● DESCRIPTION OF THE TASK
Give only the number of lines in the data that include the string "derive".

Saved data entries
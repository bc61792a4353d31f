//! Subcommands, one file each; each is thin and calls one library function.

mod check;
mod demo;
mod export;
mod init;
mod simulate;

use clap::{Parser, Subcommand};
use indicatif::{ProgressBar, ProgressDrawTarget, ProgressStyle};
use std::path::PathBuf;
use understudy::Error;

#[derive(Debug, Parser)]
#[command(
    name = "understudy",
    version,
    about = "Fast, validated stand-in models of converter-connected generators for grid studies"
)]
pub struct Cli {
    #[command(subcommand)]
    pub command: Command,
}

#[derive(Debug, Subcommand)]
pub enum Command {
    /// Run the main job on the embedded demo plant.
    Demo {
        /// Output folder.
        #[arg(long, default_value = "understudy-demo")]
        out: PathBuf,
        /// No progress bar, only the summary.
        #[arg(long)]
        quiet: bool,
        /// Print the summary as JSON.
        #[arg(long)]
        json: bool,
    },
    /// Write a commented study file.
    Init {
        /// Where to write it.
        #[arg(default_value = "study.toml")]
        file: PathBuf,
        /// Replace an existing file.
        #[arg(long)]
        force: bool,
    },
    /// Package a model as an FMI Co-Simulation FMU. MODEL is a model file (JSON,
    /// understudy-model/1) or a study file (TOML), whose detailed unit is exported.
    Export {
        model: PathBuf,
        /// The FMU to write.
        #[arg(long)]
        out: PathBuf,
        /// FMI version: 2 (3 is not available yet).
        #[arg(long, default_value = "2")]
        fmi: u8,
        /// Target platforms (comma-separated); only linux64 is available.
        #[arg(long, default_value = "linux64")]
        platforms: String,
    },
    /// Generate fault-response traces from a detailed model.
    Simulate {
        /// Study file (default: the embedded demo study).
        #[arg(long)]
        study: Option<PathBuf>,
        /// `full-converter`, `doubly-fed` or `fmu:PATH` (default: the study's unit).
        #[arg(long)]
        unit: Option<String>,
        /// Number of cases (overrides the study).
        #[arg(long)]
        cases: Option<usize>,
        /// Seed of the scenario design (overrides the study).
        #[arg(long)]
        seed: Option<u64>,
        /// Output folder for the traces.
        #[arg(long)]
        out: PathBuf,
        /// No progress bar.
        #[arg(long)]
        quiet: bool,
        /// With `--unit fmu:PATH`: a TOML file naming the FMU's terminal variables
        /// (v_re, v_im, i_re, i_im, p, q, p_ref, q_ref, optional f_grid).
        #[arg(long)]
        map: Option<PathBuf>,
        /// With `--unit fmu:PATH`: a shared library to load with RTLD_GLOBAL before the FMU
        /// (e.g. libpython3.x.so for FMUs made with pythonfmu). Repeatable.
        #[arg(long)]
        preload: Vec<PathBuf>,
    },
    /// Check an FMU: what it declares, FMI conformance, and (with --traces) its errors against
    /// recorded traces. The FMU runs in a child process. Exit 0 all pass, 1 a finding, 2 bad input.
    Check {
        fmu: PathBuf,
        /// A folder of traces to replay (terminal voltage in, current and P, Q compared).
        #[arg(long)]
        traces: Option<PathBuf>,
        /// Print the report as JSON.
        #[arg(long)]
        json: bool,
        /// A TOML file naming the FMU's terminal variables (default: understudy's names).
        #[arg(long)]
        map: Option<PathBuf>,
        /// A shared library to load with RTLD_GLOBAL before the FMU. Repeatable.
        #[arg(long)]
        preload: Vec<PathBuf>,
    },
    /// (internal) the child process of `check`.
    #[command(name = "__check-worker", hide = true)]
    CheckWorker {
        fmu: PathBuf,
        #[arg(long)]
        traces: Option<PathBuf>,
        #[arg(long)]
        map: Option<PathBuf>,
        #[arg(long)]
        preload: Vec<PathBuf>,
    },
}

pub fn run(cli: Cli) -> Result<i32, Error> {
    match cli.command {
        Command::Demo { out, quiet, json } => demo::run(&out, quiet, json),
        Command::Init { file, force } => init::run(&file, force),
        Command::Export {
            model,
            out,
            fmi,
            platforms,
        } => export::run(&model, &out, fmi, &platforms),
        Command::Simulate {
            study,
            unit,
            cases,
            seed,
            out,
            quiet,
            map,
            preload,
        } => simulate::run(simulate::Request {
            study,
            unit,
            cases,
            seed,
            out,
            quiet,
            map,
            preload,
        }),
        Command::Check {
            fmu,
            traces,
            json,
            map,
            preload,
        } => check::run(check::Request {
            fmu,
            traces,
            map,
            preload,
            json,
        }),
        Command::CheckWorker {
            fmu,
            traces,
            map,
            preload,
        } => check::worker(&fmu, traces.as_deref(), map.as_deref(), &preload),
    }
}

/// A progress bar on stderr (hidden when quiet or when stderr is not a terminal).
pub fn progress_bar(total: usize, label: &str, quiet: bool) -> ProgressBar {
    let bar = ProgressBar::new(total as u64);
    if quiet {
        bar.set_draw_target(ProgressDrawTarget::hidden());
    }
    bar.set_style(
        ProgressStyle::with_template("{prefix:>10} [{bar:30}] {pos}/{len} {elapsed_precise}")
            .expect("static template")
            .progress_chars("=> "),
    );
    bar.set_prefix(label.to_string());
    bar
}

● SOLVED PROBLEM
2